* [WHAT TO DO] Go through the listing below. Copy each line that has the string "bench".

[[ INPUT DATA open ]]

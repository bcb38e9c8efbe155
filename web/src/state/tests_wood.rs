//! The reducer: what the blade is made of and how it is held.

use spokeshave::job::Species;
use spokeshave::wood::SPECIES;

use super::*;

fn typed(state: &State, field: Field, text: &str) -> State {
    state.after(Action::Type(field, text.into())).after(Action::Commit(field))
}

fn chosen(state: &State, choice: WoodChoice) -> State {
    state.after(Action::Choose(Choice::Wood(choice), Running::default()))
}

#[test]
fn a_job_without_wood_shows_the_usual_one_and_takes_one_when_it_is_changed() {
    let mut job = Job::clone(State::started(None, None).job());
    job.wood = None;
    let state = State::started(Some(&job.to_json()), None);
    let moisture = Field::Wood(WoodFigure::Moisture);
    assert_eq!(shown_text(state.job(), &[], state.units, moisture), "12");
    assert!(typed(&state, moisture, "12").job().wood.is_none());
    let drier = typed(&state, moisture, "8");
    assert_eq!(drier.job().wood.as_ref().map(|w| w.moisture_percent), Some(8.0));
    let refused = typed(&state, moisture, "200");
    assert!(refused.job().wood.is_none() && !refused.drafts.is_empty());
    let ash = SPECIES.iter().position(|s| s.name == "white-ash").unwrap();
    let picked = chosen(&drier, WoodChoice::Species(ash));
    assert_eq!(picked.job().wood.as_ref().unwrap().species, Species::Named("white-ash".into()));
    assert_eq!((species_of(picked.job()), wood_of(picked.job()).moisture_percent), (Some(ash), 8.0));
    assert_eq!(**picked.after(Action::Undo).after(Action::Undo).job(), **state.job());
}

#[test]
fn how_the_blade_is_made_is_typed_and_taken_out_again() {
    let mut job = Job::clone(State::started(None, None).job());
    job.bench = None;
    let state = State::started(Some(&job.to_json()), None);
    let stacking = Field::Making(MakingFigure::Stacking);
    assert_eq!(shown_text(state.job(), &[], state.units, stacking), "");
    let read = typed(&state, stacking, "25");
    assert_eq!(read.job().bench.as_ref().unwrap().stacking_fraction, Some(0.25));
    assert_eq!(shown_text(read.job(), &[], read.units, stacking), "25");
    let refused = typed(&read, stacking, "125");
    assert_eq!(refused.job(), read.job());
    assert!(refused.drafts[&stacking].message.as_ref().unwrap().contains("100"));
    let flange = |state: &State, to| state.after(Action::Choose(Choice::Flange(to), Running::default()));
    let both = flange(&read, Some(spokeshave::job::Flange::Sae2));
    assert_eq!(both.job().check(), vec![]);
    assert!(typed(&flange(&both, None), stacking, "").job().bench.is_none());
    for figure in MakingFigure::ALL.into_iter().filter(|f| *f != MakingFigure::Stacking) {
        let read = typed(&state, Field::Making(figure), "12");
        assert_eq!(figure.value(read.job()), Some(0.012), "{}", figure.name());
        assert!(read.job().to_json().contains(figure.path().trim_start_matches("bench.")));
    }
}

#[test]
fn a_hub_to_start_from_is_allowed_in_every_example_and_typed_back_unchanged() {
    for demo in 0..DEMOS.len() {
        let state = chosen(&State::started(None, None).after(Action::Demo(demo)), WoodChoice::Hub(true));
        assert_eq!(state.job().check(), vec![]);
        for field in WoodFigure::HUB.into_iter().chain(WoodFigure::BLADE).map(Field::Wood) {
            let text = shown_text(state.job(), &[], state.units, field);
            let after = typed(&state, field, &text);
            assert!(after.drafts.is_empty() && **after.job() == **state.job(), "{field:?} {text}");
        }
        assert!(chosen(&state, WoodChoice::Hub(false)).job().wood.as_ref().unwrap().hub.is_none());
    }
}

[[ INPUT DATA closed ]]

* [RESPONSE AREA]
    job.bench = None;
    assert_eq!(read.job().bench.as_ref().unwrap().stacking_fraction, Some(0.25));
    assert!(typed(&flange(&both, None), stacking, "").job().bench.is_none());
        assert!(read.job().to_json().contains(figure.path().trim_start_matches("bench.")));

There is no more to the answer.